------ AVAILABLE RECORDS

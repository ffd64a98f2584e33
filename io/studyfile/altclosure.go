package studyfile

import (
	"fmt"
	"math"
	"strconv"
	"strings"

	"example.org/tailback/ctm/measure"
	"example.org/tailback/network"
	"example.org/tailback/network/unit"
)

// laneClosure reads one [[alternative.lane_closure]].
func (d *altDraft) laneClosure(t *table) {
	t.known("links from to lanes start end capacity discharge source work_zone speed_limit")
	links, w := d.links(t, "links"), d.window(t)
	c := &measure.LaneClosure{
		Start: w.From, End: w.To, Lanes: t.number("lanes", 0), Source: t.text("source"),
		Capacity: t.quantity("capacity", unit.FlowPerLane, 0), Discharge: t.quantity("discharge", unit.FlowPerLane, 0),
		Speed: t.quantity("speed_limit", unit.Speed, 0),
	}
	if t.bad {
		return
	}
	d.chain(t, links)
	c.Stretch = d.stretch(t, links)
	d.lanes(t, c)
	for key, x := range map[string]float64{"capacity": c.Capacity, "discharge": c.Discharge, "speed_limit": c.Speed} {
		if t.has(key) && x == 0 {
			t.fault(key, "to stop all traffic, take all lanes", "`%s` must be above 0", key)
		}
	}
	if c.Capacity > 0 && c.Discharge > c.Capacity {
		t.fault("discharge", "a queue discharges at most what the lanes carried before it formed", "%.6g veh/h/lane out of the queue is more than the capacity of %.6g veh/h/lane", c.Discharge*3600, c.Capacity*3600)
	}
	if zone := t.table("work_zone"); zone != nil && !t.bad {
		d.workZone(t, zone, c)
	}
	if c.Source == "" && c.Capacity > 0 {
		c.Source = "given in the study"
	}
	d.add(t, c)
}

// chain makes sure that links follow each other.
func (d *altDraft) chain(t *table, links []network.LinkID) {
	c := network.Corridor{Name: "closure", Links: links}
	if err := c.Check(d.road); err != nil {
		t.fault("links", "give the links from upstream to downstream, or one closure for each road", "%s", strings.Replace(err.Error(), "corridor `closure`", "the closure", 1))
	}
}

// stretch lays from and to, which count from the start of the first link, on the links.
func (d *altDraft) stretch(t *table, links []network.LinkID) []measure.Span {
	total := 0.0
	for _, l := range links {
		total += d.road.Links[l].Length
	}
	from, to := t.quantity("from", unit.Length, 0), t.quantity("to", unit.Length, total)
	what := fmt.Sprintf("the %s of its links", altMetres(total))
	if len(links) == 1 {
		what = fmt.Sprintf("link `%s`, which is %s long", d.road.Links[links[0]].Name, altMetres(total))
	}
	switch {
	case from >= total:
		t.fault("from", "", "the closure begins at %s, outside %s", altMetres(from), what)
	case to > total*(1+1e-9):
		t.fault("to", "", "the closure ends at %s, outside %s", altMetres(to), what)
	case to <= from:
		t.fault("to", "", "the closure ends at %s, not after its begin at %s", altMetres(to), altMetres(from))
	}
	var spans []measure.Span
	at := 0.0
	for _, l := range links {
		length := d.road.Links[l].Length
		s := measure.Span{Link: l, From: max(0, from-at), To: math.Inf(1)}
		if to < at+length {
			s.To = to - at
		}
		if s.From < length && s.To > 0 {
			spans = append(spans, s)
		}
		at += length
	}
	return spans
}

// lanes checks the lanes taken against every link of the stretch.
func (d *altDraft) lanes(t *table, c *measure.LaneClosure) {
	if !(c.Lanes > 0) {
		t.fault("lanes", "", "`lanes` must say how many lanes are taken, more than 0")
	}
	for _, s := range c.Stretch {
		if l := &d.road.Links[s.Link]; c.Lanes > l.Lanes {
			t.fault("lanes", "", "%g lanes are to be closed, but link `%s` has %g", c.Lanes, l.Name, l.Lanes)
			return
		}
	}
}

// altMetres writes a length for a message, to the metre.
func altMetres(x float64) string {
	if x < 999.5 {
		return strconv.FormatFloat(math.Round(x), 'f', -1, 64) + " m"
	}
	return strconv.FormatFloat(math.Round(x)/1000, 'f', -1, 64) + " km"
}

------------

** TO DO **
All of the data above should be reproduced word for word.

** ANSWER BOX **
repository ffd64a98f2584e33
filename io/studyfile/altclosure.go
package studyfile

import (
	"fmt"
	"math"
	"strconv"
	"strings"

	"example.org/tailback/ctm/measure"
	"example.org/tailback/network"
	"example.org/tailback/network/unit"
)

// laneClosure reads one [[alternative.lane_closure]].
func (d *altDraft) laneClosure(t *table) {
	t.known("links from to lanes start end capacity discharge source work_zone speed_limit")
	links, w := d.links(t, "links"), d.window(t)
	c := &measure.LaneClosure{
		Start: w.From, End: w.To, Lanes: t.number("lanes", 0), Source: t.text("source"),
		Capacity: t.quantity("capacity", unit.FlowPerLane, 0), Discharge: t.quantity("discharge", unit.FlowPerLane, 0),
		Speed: t.quantity("speed_limit", unit.Speed, 0),
	}
	if t.bad {
		return
	}
	d.chain(t, links)
	c.Stretch = d.stretch(t, links)
	d.lanes(t, c)
	for key, x := range map[string]float64{"capacity": c.Capacity, "discharge": c.Discharge, "speed_limit": c.Speed} {
		if t.has(key) && x == 0 {
			t.fault(key, "to stop all traffic, take all lanes", "`%s` must be above 0", key)
		}
	}
	if c.Capacity > 0 && c.Discharge > c.Capacity {
		t.fault("discharge", "a queue discharges at most what the lanes carried before it formed", "%.6g veh/h/lane out of the queue is more than the capacity of %.6g veh/h/lane", c.Discharge*3600, c.Capacity*3600)
	}
	if zone := t.table("work_zone"); zone != nil && !t.bad {
		d.workZone(t, zone, c)
	}
	if c.Source == "" && c.Capacity > 0 {
		c.Source = "given in the study"
	}
	d.add(t, c)
}

// chain makes sure that links follow each other.
func (d *altDraft) chain(t *table, links []network.LinkID) {
	c := network.Corridor{Name: "closure", Links: links}
	if err := c.Check(d.road); err != nil {
		t.fault("links", "give the links from upstream to downstream, or one closure for each road", "%s", strings.Replace(err.Error(), "corridor `closure`", "the closure", 1))
	}
}

// stretch lays from and to, which count from the start of the first link, on the links.
func (d *altDraft) stretch(t *table, links []network.LinkID) []measure.Span {
	total := 0.0
	for _, l := range links {
		total += d.road.Links[l].Length
	}
	from, to := t.quantity("from", unit.Length, 0), t.quantity("to", unit.Length, total)
	what := fmt.Sprintf("the %s of its links", altMetres(total))
	if len(links) == 1 {
		what = fmt.Sprintf("link `%s`, which is %s long", d.road.Links[links[0]].Name, altMetres(total))
	}
	switch {
	case from >= total:
		t.fault("from", "", "the closure begins at %s, outside %s", altMetres(from), what)
	case to > total*(1+1e-9):
		t.fault("to", "", "the closure ends at %s, outside %s", altMetres(to), what)
	case to <= from:
		t.fault("to", "", "the closure ends at %s, not after its begin at %s", altMetres(to), altMetres(from))
	}
	var spans []measure.Span
	at := 0.0
	for _, l := range links {
		length := d.road.Links[l].Length
		s := measure.Span{Link: l, From: max(0, from-at), To: math.Inf(1)}
		if to < at+length {
			s.To = to - at
		}
		if s.From < length && s.To > 0 {
			spans = append(spans, s)
		}
		at += length
	}
	return spans
}

// lanes checks the lanes taken against every link of the stretch.
func (d *altDraft) lanes(t *table, c *measure.LaneClosure) {
	if !(c.Lanes > 0) {
		t.fault("lanes", "", "`lanes` must say how many lanes are taken, more than 0")
	}
	for _, s := range c.Stretch {
		if l := &d.road.Links[s.Link]; c.Lanes > l.Lanes {
			t.fault("lanes", "", "%g lanes are to be closed, but link `%s` has %g", c.Lanes, l.Name, l.Lanes)
			return
		}
	}
}

// altMetres writes a length for a message, to the metre.
func altMetres(x float64) string {
	if x < 999.5 {
		return strconv.FormatFloat(math.Round(x), 'f', -1, 64) + " m"
	}
	return strconv.FormatFloat(math.Round(x)/1000, 'f', -1, 64) + " km"
}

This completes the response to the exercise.